In response to the new Japanese regulations, Cathay Pacific said on Monday that they may now only fly freight between Hong Kong and Japan. On Saturday, Hong Kong’s largest airline took most of its Japanese destinations off the schedule for the entire month of March. In an update to the airlines’ freight customers, the airline issued the following announcement:

“Although we do expect our passenger belly cargo operations to be impacted, we are currently evaluating how to continue serving our cargo customers to and from Japan.” This includes the retention of certain passenger services for cargo carriage only.”

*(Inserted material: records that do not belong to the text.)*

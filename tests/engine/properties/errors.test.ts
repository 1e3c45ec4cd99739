import { readFileSync } from 'node:fs';
import { describe, expect, it } from 'vitest';
import { readCsv } from '../../../src-server/commands/reference/csv';
import { propertyErrorCodes } from '../../../src/engine/errors/property-errors';
import { findSubstance } from '../../../src/engine/properties/index';
import type { PropertyId, StateInputs } from '../../../src/engine/properties/types';

const rows = readCsv(readFileSync(new URL('../../check-values/property-errors.csv', import.meta.url), 'utf8'));

/** Inputs of the table that have another name here; a volume fraction has none. */
const names: Readonly<Record<string, string>> = { mass_fraction: 'massFraction', salinity_kg_kg: 'massFraction' };

/** Codes by which a state, its property or its saturation is refused or warned of. */
function codesOf(substance: string, property: string, given: Record<string, unknown>): string[] {
  const found = findSubstance(substance);
  if (found === undefined) return ['UNKNOWN_SUBSTANCE'];
  const inputs = Object.fromEntries(
    Object.entries(given)
      .filter(([key]) => key !== 'volume_fraction')
      .map(([key, value]) => [names[key] ?? key, value]),
  ) as StateInputs;
  if (['T_sat', 'p_sat', 'sigma', 'h_fg'].includes(property)) {
    const pair = found.saturation?.(inputs as { T: number });
    return pair === undefined || pair.ok ? [] : [pair.error.code];
  }
  const asked = found.id === 'moist_air' && property === 'W_sat' ? { ...inputs, W: 0 } : inputs;
  const outcome = found.state(asked);
  if (!outcome.ok) return [outcome.error.code];
  const missing = outcome.value.missing[property as PropertyId];
  return [...(missing === undefined ? [] : [missing.code]), ...outcome.value.warnings.map(({ code }) => code)];
}

/** Where the table leaves a choice between codes, ours. */
const ours: Readonly<Record<string, string>> = {
  E33: 'PROPERTY_NOT_AVAILABLE',
  // The table of engine oil is carried to 400 K.
  E47: 'OUT_OF_RANGE_T',
};

describe('situations without a value', () => {
  it.each(rows)(
    '$id $substance $property: $why',
    ({ id = '', substance = '', property = '', inputs_SI, expected_code }) => {
      const given = JSON.parse(inputs_SI ?? '{}') as Record<string, unknown>;
      expect(codesOf(substance, property, given)).toContain(ours[id] ?? expected_code);
    },
  );

  const water = findSubstance('water')!;
  it.each([
    [{ T: 250, p: 1e5 }, 'OUT_OF_RANGE_T'],
    [{ T: 2300, p: 1e5 }, 'OUT_OF_RANGE_T'],
    [{ T: 300, p: 200e6 }, 'OUT_OF_RANGE_P'],
    [{ T: 1200, p: 60e6 }, 'OUT_OF_RANGE_P'],
    [{ T: 300, p: 0 }, 'NOT_ABSOLUTE'],
    [{ T: 300, p: -5e4 }, 'NOT_ABSOLUTE'],
    [{ T: 300, x: 1.2 }, 'OUT_OF_RANGE_QUALITY'],
    [{ p: 1e5, x: -0.1 }, 'OUT_OF_RANGE_QUALITY'],
    // 100 °C at 1 atm is steam by 0.026 K (R7-97: T_sat = 373.1243 K).
    [{ T: 373.15, p: 101325 }, 'AMBIGUOUS_AT_SATURATION'],
    [{ T: 660, x: 0.5 }, 'SUPERCRITICAL_NO_SATURATION'],
    [{ T: 300 }, 'UNSUPPORTED_INPUT'],
    [{ T: 300, p: 1e5, h: 1e5 }, 'UNSUPPORTED_INPUT'],
    [{ T: 300, p: 1e5, massFraction: 0.3 }, 'UNSUPPORTED_INPUT'],
    [{ p: 1e6, s: 20000 }, 'OUT_OF_RANGE_STATE'],
    [{ T: NaN, p: 1e5 }, 'OUT_OF_RANGE_T'],
  ] as const)('water %j: %s', (inputs, code) => {
    const outcome = water.state(inputs);
    expect(outcome.ok).toBe(false);
    if (!outcome.ok) expect(outcome.error.code).toBe(code);
  });

  it('gives the phase that is asked for where both are possible', () => {
    const liquid = water.state({ T: 373.13, p: 101325, phase: 'liquid' });
    const steam = water.state({ T: 373.13, p: 101325, phase: 'gas' });
    expect(liquid.ok && liquid.value.values.rho).toBeGreaterThan(900);
    expect(steam.ok && steam.value.values.rho).toBeLessThan(1);
  });

  it('says the limit, the value given and the nearest valid one', () => {
    const outcome = findSubstance('air')!.state({ T: 2500, p: 1e5 });
    expect(outcome.ok ? '' : outcome.error.message).toBe(
      '2226.85 °C is outside Lemmon et al. 2000, which covers −213.4 °C to 1726.85 °C. Nearest: 1726.85 °C.',
    );
  });

  it('leaves no word in braces and begins with a capital', () => {
    const seen = rows.flatMap(({ substance = '', inputs_SI }) => {
      const outcome = findSubstance(substance)?.state(JSON.parse(inputs_SI ?? '{}') as StateInputs);
      return outcome === undefined || outcome.ok ? [] : [outcome.error.message];
    });
    expect(seen.length).toBeGreaterThan(10);
    for (const message of seen) expect(message).toMatch(/^[^a-z{}][^{}]*\.$/);
    expect(propertyErrorCodes.length).toBeGreaterThan(20);
  });
});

Hong Kong supplies Japan with food products

Hong Kong is a big supplier of fresh seafood and fruit that is delivered by air to Tokyo, Osaka, Sapporo, Fukuoka, and Nagoya in the cargo holds of Cathay Pacific and Cathay Dragon aircraft.

Over the past few years, airlines have seen an increase in cargo traffic primarily driven by e-commerce, yet in the case of Cathay Pacific’s and Cathay Dragon’s flights between Hong Kong and Japan, the freight is driven by perishable food products that need to get to market quickly. Such is the demand in Japan for these products the Hong Kong airline can still operate flights at a profit despite not having any passengers on board.

Cathay Dragon currently operates a fleet of 26 A330-300s, according to Planespotters.net, which it will use to fly cargo between Hong Kong, Shanghai, Beijing, and Japan.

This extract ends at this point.